According to Associate Athletics Director for Student Athlete Services: Casey Carter, “Just like that other Duke, our school mascot is named after a man named Duke – Samuel P. Duke who was the prez from 1919 to 1949. He became president when our first top dog, I guy named Burrus, left Harrisonburg to go to some school called Virginia Polytechnic Institute and State University (VPISU?). They tell me it’s in Southwest Virginia somewhere, but I’ve never heard of it. Somebody in the Sports Information Department told me they changed their name, but I never got the memo. Rumor has it that their mascot is a turkey, which, quite frankly, is ‘effed’ up. Well at least our Duke guy didn’t make cigarettes and kill millions of people.”

According to Assistant Athletics Director for Marketing & Promotions: Brad Edmondson, “We have some very famous alums which is important in this day and age. Look at all the famous people who have graduated from JMU including G. Petty (Editor, TAH), C. Anderson (Insane Cubs/Bear Fan), M. Reeves (MENSA, 3 VP Kup Wins), B. Chipman (Real Estate Mogul, future President Reevesman Country Club, 4 VP Kup Wins), J. Keyser (Financial Mogul, Horseplayer Par Exellence) and Dr. Marcia Angell (Editor, New England Journal of Medicine) -- who can say no to a one-six punch like that? And how about Steve Buckhantz (Sports announcer Wizards, etc.), Gary Clark (Two Super Bowls), Tony Schiavone (Professional wrestling commentator), Charles Haley (Five Super Bowls), Scott Norwood (Super Bowl "wide right"), and Elliot Sadler – OK, he didn’t graduate -- but we’re talking NASCAR here…Duke, Boston College, Miami, UVA -- got any NASCAR drivers? Huh? HUH? Didn’t think so. So c’mon let us in…Pretty please. We promise we will SUCK. That New England Journal of Medicine lady? We will put a sock in her pie hole and shut her up pronto so our intellectuals like Reeves don’t show up any of your intellectuals! C’mon, let us in!”

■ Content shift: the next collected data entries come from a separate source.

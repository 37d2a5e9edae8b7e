import { requireDevice } from "~/auth/require-row.server";
import { loadDeviceDescription } from "~/services/device-library.server";
import { handleApi, refuseChanges } from "~/utils/api-handler.server";
import type { Route } from "./+types/device";

/** `GET /api/v1/devices/{id}`: what was read of the device description. */
export const loader = handleApi(async ({ request, params }: Route.LoaderArgs) => {
  const { device } = await requireDevice(request, params.deviceId, "read");
  return Response.json(await loadDeviceDescription(device), { headers: { "cache-control": "private, max-age=3600" } });
});

export const action = refuseChanges;
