import 'server-only';
import type { Db, Trx } from '@/db/connection';
import { attemptBySession, changeAttempt, claimEvent, findAttempt, isEventKnown, type PaymentAttempt } from '@/db/payment-attempts';
import { findPayer } from '@/db/payers';
import type { School } from '@/db/school';
import { transaction } from '@/db/transaction';
import { notFound } from '@/lib/errors';
import type { Context } from '@/lib/server/context';
import { localDateOf, type EpochSeconds } from '@/lib/time';
import { assertCan } from '@/policies/ability';
import { cardProcessor, type CardEvent, type CardProcessor, type SessionNow } from './card-processor';
import { recordPayment } from './record-payment';

const SOURCE = 'card';
export type CardEffect = 'repeat' | 'ignored' | 'paid' | 'paid_before' | 'refused' | 'expired' | 'still_open';
type Moment = { db: Db; now: EpochSeconds; school: School };

/**
 * An event of the card processor. Its signature is checked on the raw body, its id and its effect are written together,
 * and what it is about is asked afresh: repeated, late or out of order, it never counts twice and never leads back.
 */
export async function receiveCardEvent({ body, signature }: { body: string; signature: string }, moment: Moment, processor: CardProcessor = cardProcessor()): Promise<CardEffect> {
  const event = processor.verifyEvent(body, signature, moment.now);
  if (await isEventKnown(moment.db, SOURCE, event.id)) return 'repeat';
  const session = await sessionOf(event, processor);
  return transaction(moment.db, async (trx) => {
    const claim = (effect: CardEffect) => claimEvent(trx, { source: SOURCE, eventId: event.id, type: event.type, body, effect, processedAt: moment.now });
    const attempt = session && (await attemptOf(trx, session));
    const effect = session && attempt ? effectOf(attempt, session) : 'ignored';
    if (!(await claim(effect))) return 'repeat';
    if (session && attempt) await apply(trx, moment, { attempt, session, effect });
    return effect;
  });
}

/** The session that the event speaks of, as it is now. */
async function sessionOf(event: CardEvent, processor: CardProcessor): Promise<SessionNow | null> {
  const sessionId = event.sessionId ?? (event.intentId ? await processor.sessionOfIntent(event.intentId) : null);
  return sessionId ? processor.readSession(sessionId) : null;
}

/** A crash between the call and saving its answer leaves the try without its session; the session knows its try. */
const attemptOf = async (trx: Trx, session: SessionNow): Promise<PaymentAttempt | undefined> =>
  (await attemptBySession(trx, session.sessionId)) ?? (session.attemptId ? findAttempt(trx, session.attemptId) : undefined);

/** Only forward: what is paid stays paid, whatever an older event says. */
function effectOf(attempt: PaymentAttempt, session: SessionNow): CardEffect {
  if (attempt.state === 'paid') return 'paid_before';
  if (session.isPaid) return 'paid';
  if (session.state === 'expired') return 'expired';
  return session.refusal === '' ? 'still_open' : 'refused';
}

type Applying = { attempt: PaymentAttempt; session: SessionNow; effect: CardEffect };

async function apply(trx: Trx, { now, school }: Moment, { attempt, session, effect }: Applying): Promise<void> {
  if (effect === 'expired' && attempt.state !== 'expired') await changeAttempt(trx, attempt.id, { state: 'expired', reason: 'The page was not used in time.', settledAt: now });
  if (effect === 'refused') await changeAttempt(trx, attempt.id, { reason: session.refusal });
  if (effect !== 'paid') return;
  const payer = await findPayer(trx, attempt.payerId);
  if (!payer) throw new Error('a card payment without its payer');
  const { paymentId } = await recordPayment(trx, { actor: null, now, school }, {
    payer, amountMinor: session.amountMinor, method: 'card', receivedOn: localDateOf(now, school.zone), externalKey: `card:${session.intentId ?? session.sessionId}`, note: '',
    shareId: attempt.shareId, cardBrand: session.cardBrand, cardLast4: session.cardLast4,
  });
  await changeAttempt(trx, attempt.id, { state: 'paid', paymentId, intentId: session.intentId, sessionId: session.sessionId, reason: '', settledAt: now });
}

/** Asks the processor how a try stands, should its event be late or lost. The effect is the same, and once. */
export async function askAboutCardPayment({ attemptId }: { attemptId: string }, context: Context, processor: CardProcessor = cardProcessor()): Promise<CardEffect> {
  const attempt = await findAttempt(context.db, attemptId);
  if (!attempt?.sessionId) throw notFound('payment');
  assertCan(context.ability, 'read', 'Payment', { payerId: attempt.payerId });
  const session = await processor.readSession(attempt.sessionId);
  if (!session) throw notFound('payment');
  return transaction(context.db, async (trx) => {
    const current = await findAttempt(trx, attemptId);
    const effect = current ? effectOf(current, session) : 'ignored';
    if (current) await apply(trx, context, { attempt: current, session, effect });
    return effect;
  });
}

Finally, according to JMU Head Football Coach Mickey Mathews, “We will kick Duke’s ass. We may lie down for everybody else, but Duke is going down. There is no hate like Dukes on Duke hate. No rivalry like Dukes on Duke brand new semi-rivalry. No crack-back block like a Dukes on Duke crack-back block. Hey, we won the Division 1-AA Championship in an actual playoff. To accomplish that, my mighty Dukes had to defeat Lock Haven, Villanova, Hofstra, Massachusetts, Maine, Richmond, VMI, Delaware, Towson, Lehigh, Furman, William & Mary and Montana…Hey, the Blue Hens, The Tribe! They’re powerhouses! We beat Maine for heaven’s sake. Let us in. Besides, you need at least one team in the league with purple in its uniform that’s worth half-a-crap.

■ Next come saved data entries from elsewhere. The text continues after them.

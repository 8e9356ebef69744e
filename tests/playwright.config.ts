import { defineConfig } from '@playwright/test';

/** Two schools at once: the demo school, and an empty one for the day that begins with setting up. */
export const DEMO_URL = 'http://localhost:3210';
export const EMPTY_URL = 'http://localhost:3220';
export const DEMO_MAIL_URL = 'http://127.0.0.1:8235';
export const EMPTY_MAIL_URL = 'http://127.0.0.1:8245';

const common = { cwd: '..', timeout: 240_000, reuseExistingServer: false, gracefulShutdown: { signal: 'SIGTERM', timeout: 8000 } } as const;
const school = (name: string, base: number, flags = '') => ({
  ...common,
  command: `rm -rf var/e2e-${name} && node jobs/up.mjs --no-install --no-build ${flags}`,
  url: `http://localhost:${base}/api/health`,
  env: {
    PORT: String(base), DATABASE_FILE: `var/e2e-${name}/school.db`, SMTP_PORT: String(base + 5), MAIL_SINK_PORT: String(base + 5025), CARD_PROCESSOR_PORT: String(base + 7), LOG_LEVEL: 'warn', TZ: 'UTC',
  },
});

const SCHOOLS = [{ name: 'demo', base: 3210, flags: '' }, { name: 'empty', base: 3220, flags: '--empty' }];
/** `E2E_SCHOOLS=empty` or `demo` starts only one of them, to try one file. */
const WANTED = process.env.E2E_SCHOOLS?.split(',') ?? ['demo', 'empty'];

export default defineConfig({
  testDir: './e2e',
  outputDir: '../var/playwright',
  forbidOnly: Boolean(process.env.CI),
  fullyParallel: false,
  workers: 1,
  timeout: 120_000,
  expect: { timeout: 15_000 },
  reporter: [['list'], ['json']],
  use: {
    baseURL: DEMO_URL,
    locale: 'en-IE',
    actionTimeout: 20_000,
    navigationTimeout: 30_000,
    timezoneId: 'Europe/Dublin',
    trace: 'retain-on-failure',
    launchOptions: {
      executablePath: '/usr/bin/chromium',
      args: ['--no-sandbox', '--disable-gpu', '--disable-background-networking', '--disable-component-update', '--disable-sync', '--no-first-run'],
    },
  },
  webServer: SCHOOLS.filter(({ name }) => WANTED.includes(name)).map(({ name, base, flags }) => school(name, base, flags)),
});
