import { describe, expect, it } from 'vitest';
import { trialsOfEnquiry } from '@/db/enquiries';
import { findTuitionRun, itemsOfRun } from '@/db/tuition-runs';
import { bookTrial } from '@/lib/calendar/server/book-trial';
import { enrolStudent } from '@/lib/calendar/server/enrol-student';
import { holdOpening } from '@/lib/calendar/server/hold-opening';
import { receiveEnquiry } from '@/lib/calendar/server/receive-enquiry';
import type { Context } from '@/lib/server/context';
import { localDateOf } from '@/lib/time';
import { lanternMoney } from '@/tests/factories/lantern-money';
import { lanternStreet } from '@/tests/factories/lantern-street';
import { contextOf } from '@/tests/support/context';
import { freshDb } from '@/tests/support/fresh-db';
import expected from '@/tests/published/data/scenarios-expected.json';
import { previewTuitionRun } from './preview-tuition-run';
import { releaseTuitionRun } from './release-tuition-run';

const NEW_YORK = { zone: 'America/New_York', currency: 'USD', locale: 'en-US' };
/** Ten in the morning, summer time, of a day of 2026 in New York. */
const at = (month: number, day: number) => Date.UTC(2026, month - 1, day, 14) / 1000;
const PLACE = { teacherId: 'mara', roomId: 'q1', siteId: 'quay', startMin: 960, lengthMinutes: 30 };
const ENQUIRY = {
  contactName: 'Lena Reyes', contactEmail: 'lena@example.com', contactPhone: '0155 010 0143', studentName: 'Uma Reyes', isAdult: false, studentAge: 14,
  experience: '', wishes: [{ weekday: 5, fromMin: 900, toMin: 1080 }], siteId: 'quay', lengthMinutes: 30, message: '', mayWrite: true as const, website: '',
};

type Afterwards = { desk: Context; enquiryId: string; studentId: string };

/** Uma's enquiry of 28 September, held and booked as a trial on Friday 2 October. */
async function afterTheTrial(): Promise<Afterwards> {
  const db = freshDb();
  await lanternStreet(db);
  await lanternMoney(db);
  const desk = contextOf(db, 'desk', { personId: 'pat', now: at(9, 28), school: NEW_YORK });
  await receiveEnquiry(ENQUIRY, { db, now: at(9, 28), address: '10.0.0.1' });
  const row: { id: string } | undefined = await db('enquiry').first('id');
  const enquiryId = row?.id ?? '';
  const { offerId } = await holdOpening({ ...PLACE, localDate: '2026-10-02', enquiryId, subjectId: 'keyboard', isWeekly: false }, desk);
  const { studentId } = await bookTrial({ offerId }, desk);
  return { desk, enquiryId, studentId };
}

async function billTheAutumn(owner: Context) {
  const { runId } = await previewTuitionRun({ kind: 'term', period: 'autumn', dueOn: '2026-10-30', instalments: 1, depositPercent: 0 }, owner);
  const controlTotalMinor = (await findTuitionRun(owner.db, runId))?.controlTotalMinor ?? -1;
  return releaseTuitionRun({ runId, controlTotalMinor }, owner);
}

/** Enrolled on that day for Mondays from 19 October, then billed with the autumn term. */
async function firstBill(enrolledAt: number) {
  const { desk, enquiryId, studentId } = await afterTheTrial();
  const enrolling = { ...PLACE, localDate: '2026-10-19', enquiryId, studentId, familyId: null, subjectId: 'keyboard', level: 1, hasAcceptedTerms: true as const };
  const enrolled = await enrolStudent(enrolling, { ...desk, now: enrolledAt, today: localDateOf(enrolledAt, NEW_YORK.zone) });
  const { db } = desk;
  const owner = contextOf(db, 'owner', { personId: 'ruth', now: enrolledAt, school: NEW_YORK });
  const { runId, ...released } = await billTheAutumn(owner);
  const [item] = await itemsOfRun(db, runId);
  const lines: { text: string; quantity: number; unitMinor: number; netMinor: number }[] =
    await db('invoice_line').where({ invoiceId: item?.invoiceId ?? '' }).orderBy('lineNo').select('text', 'quantity', 'unitMinor', 'netMinor');
  return { db, owner, enrolled, released, item, lines };
}

describe('S01 from the trial to the first bill', () => {
  it('keeps with the trial what it costs and until when it is credited', async () => {
    const { desk, enquiryId } = await afterTheTrial();
    expect(await trialsOfEnquiry(desk.db, enquiryId)).toMatchObject([{ feeMinor: 2500, creditUntilOn: '2026-10-16' }]);
  });

  it('credits the trial fee when enrolling on 13 October: 388.00', async () => {
    const { enrolled, released, item, lines } = await firstBill(at(10, 13));
    expect(enrolled.dates).toHaveLength(expected.S01.lessons);
    expect(enrolled.dates).toEqual(['2026-10-19', '2026-10-26', '2026-11-02', '2026-11-09', '2026-11-16', '2026-11-23', '2026-11-30', '2026-12-07', '2026-12-14']);
    expect(released).toMatchObject({ invoices: 1, totalMinor: expected.S01.total });
    expect(item).toMatchObject({ familyId: enrolled.familyId, state: 'released', totalMinor: expected.S01.total });
    expect(lines.map(({ quantity, unitMinor, netMinor }) => [quantity, unitMinor, netMinor])).toEqual([[9, 4200, 37_800], [1, -2500, -2500], [1, 3500, 3500]]);
  });

  it('leaves the trial fee where it is when enrolling on 17 October: 413.00', async () => {
    const { released, lines } = await firstBill(at(10, 17));
    expect(released).toMatchObject({ invoices: 1, totalMinor: expected.S01.total + 2500 });
    expect(lines.map(({ netMinor }) => netMinor)).toEqual([37_800, 3500]);
  });

  it('still credits on 16 October, the last of the fourteen days', async () => {
    expect((await firstBill(at(10, 16))).released.totalMinor).toBe(expected.S01.total);
  });

  it('bills the rest of the term once: worked out again, nothing is left', async () => {
    const { db, owner } = await firstBill(at(10, 13));
    const { runId } = await previewTuitionRun({ kind: 'term', period: 'autumn', dueOn: '2026-10-30', instalments: 1, depositPercent: 0 }, owner);
    expect(await itemsOfRun(db, runId)).toEqual([]);
  });

  it('credits the fee once per trial: a second enrolment from the same enquiry pays its tuition in full, in the same bill or a later one', async () => {
    const { desk, enquiryId, studentId } = await afterTheTrial();
    const enrol = (localDate: string, startMin: number) => enrolStudent(
      { ...PLACE, startMin, localDate, enquiryId, studentId, familyId: null, subjectId: 'keyboard', level: 1, hasAcceptedTerms: true as const },
      { ...desk, now: at(10, 13), today: '2026-10-13' },
    );
    await enrol('2026-10-19', 960);
    await enrol('2026-10-20', 960);
    const owner = contextOf(desk.db, 'owner', { personId: 'ruth', now: at(10, 13), school: NEW_YORK });
    const credits = async () => {
      const rows: { netMinor: number }[] = await desk.db('invoice_line').where('text', 'like', '%trial fee%').select('netMinor');
      return rows.map(({ netMinor }) => netMinor);
    };
    await billTheAutumn(owner);
    expect(await credits()).toEqual([-2500]);
    await enrol('2026-10-22', 960);
    const { invoices } = await billTheAutumn(owner);
    expect(invoices).toBe(1);
    expect(await credits()).toEqual([-2500]);
  });
});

Look, you let Virginia Tech in which made sense. You let Boston College in for who knows what reason. You let Criminal U. at Coconut Grove in for football, nice winter weather and just plain old good entertainment value, so why not us? Please.


When reached for a comment on JMU’s petition to enter the league, ACC Commissioner John Swofford said, “Gusentiet.”